The search company first announced that it was working on Gemini at its I/O conference in May, as the company scrambled to add generative AI to search to head off the popularity of ChatGPT and the threat that OpenAI’s technology might power up Microsoft’s Bing search engine. Google’s estimated share of the global search market still exceeds 90 percent, but the Gemini launch appears to show the company continuing to ramp up its response to ChatGPT.
Google DeepMind, the division that led development of Gemini, was created as part of that response by merging Google’s main AI research group, Google Brain, with its London-based AI unit, DeepMind, in April. But the Gemini project drew on researchers and engineers from across Google for the past few months. It made use of a recently upgraded version of Google’s custom silicon chips for training AI models, known as Tensor Processing Units (TPUs).
Gemini was named to mark the twinning of Google's two major AI labs and as a reference to NASA's Project Gemini, which paved the way for the Apollo Program's moon landings.

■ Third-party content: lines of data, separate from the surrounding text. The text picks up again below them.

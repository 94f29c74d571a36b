import pg from 'pg'
import request from 'supertest'
import { afterAll, beforeAll, describe, expect, it, inject } from 'vitest'
import { makeTeam, TEST_PASSWORD } from '../support/factories.js'
import { Client, createTestContext, type TestContext } from '../support/test-app.js'

let ctx: TestContext
let team: Awaited<ReturnType<typeof makeTeam>>
let lead: Client
beforeAll(async () => {
  ctx = await createTestContext()
  team = await makeTeam(ctx.dataSource)
  lead = new Client(ctx.app)
  await lead.signIn(team.users.lead.email, TEST_PASSWORD)
})
afterAll(() => ctx?.close())

describe('health', () => {
  it('reports each dependency as ok', async () => {
    const res = await request(ctx.app).get('/api/health')
    expect(res.status).toBe(200)
    expect(res.body).toEqual({ status: 'ok', db: 'ok', storage: 'ok', mail: 'ok' })
  })

  it('answers 503 naming the database when it cannot be reached, and recovers by itself', async () => {
    const dbName = new URL(ctx.databaseUrl).pathname.slice(1)
    const admin = new pg.Client({ host: '127.0.0.1', port: inject('pgPort'), user: 'postgres', database: 'postgres' })
    await admin.connect()
    try {
      await admin.query(`ALTER DATABASE ${dbName} ALLOW_CONNECTIONS false`)
      await admin.query(`SELECT pg_terminate_backend(pid) FROM pg_stat_activity WHERE datname = $1 AND pid <> pg_backend_pid()`, [dbName])
      const down = await request(ctx.app).get('/api/health')
      expect(down.status).toBe(503)
      expect(down.body.db).toBe('unreachable')
      expect(down.body.storage).toBe('ok')
      const page = await lead.get(`/api/studies/${team.study.id}`)
      expect(page.status, JSON.stringify(page.body)).toBe(503)
      expect(page.body.detail).toMatch(/database is not reachable/)
    } finally {
      await admin.query(`ALTER DATABASE ${dbName} ALLOW_CONNECTIONS true`)
      await admin.end()
    }
    expect((await request(ctx.app).get('/api/health')).status).toBe(200)
    expect((await lead.get(`/api/studies/${team.study.id}`)).status).toBe(200)
  })
})

describe('bad input gets problem details, never a 500', () => {
  it('malformed JSON → 400', async () => {
    const res = await lead.agent
      .patch(`/api/studies/${team.study.id}`)
      .set('X-CSRF-Token', lead.csrf)
      .set('Content-Type', 'application/json')
      .send('{"title": "unfinished')
    expect(res.status).toBe(400)
    expect(res.headers['content-type']).toMatch(/^application\/problem\+json; charset=utf-8/)
    expect(res.body).toMatchObject({ status: 400, title: 'Malformed JSON' })
  })

  it('an oversized body → 413', async () => {
    const res = await lead.patch(`/api/studies/${team.study.id}`, { summary: 'x'.repeat(1_200_000) })
    expect(res.status).toBe(413)
    expect(res.body.status).toBe(413)
  })

  it('unknown ids → 404, a malformed id → 400, unknown fields → 400', async () => {
    expect((await lead.patch(`/api/studies/${team.study.id}/members/2b1e4c6a-0000-4000-8000-000000000000`, { role: 'coder' })).status).toBe(404)
    const admin = new Client(ctx.app)
    await admin.signIn(team.users.admin.email, TEST_PASSWORD)
    expect((await admin.get('/api/studies/2b1e4c6a-0000-4000-8000-000000000000')).status).toBe(404)
    expect((await admin.get('/api/studies/not-a-uuid')).status).toBe(400)
    const mass = await lead.patch(`/api/studies/${team.study.id}`, { title: 'ok', id: 'forged', createdAt: 'x' })
    expect(mass.status).toBe(400)
    expect(mass.body.errors[0].message).toMatch(/Unexpected field/)
  })

  it('text with a NUL character → 400 with a readable reason', async () => {
    const res = await lead.patch(`/api/studies/${team.study.id}`, { summary: 'before\u0000after' })
    expect(res.status).toBe(400)
    expect(res.body.errors[0].message).toMatch(/NUL/)
  })

  it('an unknown API route → 404 problem details; TRACE → 405', async () => {
    const res = await request(ctx.app).get('/api/no-such-thing')
    expect(res.status).toBe(404)
    expect(res.headers['content-type']).toMatch(/problem\+json/)
    expect((await request(ctx.app).trace('/api/health')).status).toBe(405)
  })
})

describe('security headers (ASVS 5.0 3.4; OWASP HTTP Headers Cheat Sheet)', () => {
  it('set a tightened content-security-policy and the other headers on API and error responses', async () => {
    for (const res of [await request(ctx.app).get('/api/health'), await request(ctx.app).get('/api/nothing-here')]) {
      const csp = res.headers['content-security-policy']
      expect(csp).toContain("object-src 'none'")
      expect(csp).toContain("base-uri 'none'")
      expect(csp).toContain("frame-ancestors 'none'")
      expect(csp).not.toContain('unsafe-eval')
      expect(res.headers['x-content-type-options']).toBe('nosniff')
      expect(res.headers['referrer-policy']).toBe('no-referrer')
      expect(res.headers['cross-origin-opener-policy']).toBe('same-origin')
      expect(res.headers['strict-transport-security']).toMatch(/max-age=31536000/)
      expect(res.headers['cache-control']).toBe('no-store')
      expect(res.headers['x-powered-by']).toBeUndefined()
    }
  })
})

describe('schema', () => {
  it('has no drift between the entities and the committed migrations', async () => {
    const pending = await ctx.dataSource.driver.createSchemaBuilder().log()
    expect(pending.upQueries.map((q) => q.query)).toEqual([])
  })
})
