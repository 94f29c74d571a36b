import { randomUUID } from 'node:crypto'
import { afterAll, beforeAll, describe, expect, it } from 'vitest'
import { makeTeam, TEST_PASSWORD } from '../support/factories.js'
import { listRoutes } from '../support/routes.js'
import { Client, createTestContext, type TestContext } from '../support/test-app.js'

/**
 * CSRF on every state-changing route (OWASP WSTG-SESS-05; reference/security.md): each POST, PUT,
 * PATCH and DELETE registered in Express, called by a signed-in lead without the token, is refused
 * with 403 before it does anything. The list of routes comes from the router, not from a hand list.
 */
let ctx: TestContext
let team: Awaited<ReturnType<typeof makeTeam>>
let lead: Client
beforeAll(async () => {
  ctx = await createTestContext()
  team = await makeTeam(ctx.dataSource)
  lead = new Client(ctx.app)
  expect((await lead.signIn(team.users.lead.email, TEST_PASSWORD)).status).toBe(200)
})
afterAll(() => ctx?.close())

describe('CSRF protection', () => {
  it('refuses every state-changing API route without the token', async () => {
    const writes = listRoutes(ctx.app).filter((r) => r.path.startsWith('/api/') && r.method !== 'GET' && r.method !== 'HEAD')
    expect(writes.length).toBeGreaterThan(60)
    const accepted: string[] = []
    for (const route of writes) {
      const path = route.path.replace(':studyId', team.study.id).replace(/:[A-Za-z]+/g, () => randomUUID())
      const method = route.method.toLowerCase() as 'post' | 'put' | 'patch' | 'delete'
      const res = await lead.agent[method](path).set('Content-Type', 'application/json').send('{}')
      if (res.status !== 403 || !String(res.body?.type).endsWith('/csrf')) accepted.push(`${route.method} ${route.path}: ${res.status} ${res.body?.type ?? ''}`)
    }
    expect(accepted).toEqual([])
  })
})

Alexei Efros, a professor at UC Berkeley who specializes in the visual capabilities of AI, says Google’s general approach with Gemini appears promising. “Anything that is using other modalities is certainly a step in the right direction,” he says.
Efros suspects Gemini will still, like GPT-4, show marked limitations in its ability to understand the complexities of the real world. But he and other researchers are unlikely to get to know everything they’d like to about Google’s creation. “That's the problem with all these proprietary models,” Efros says. “We don't really know what's inside.”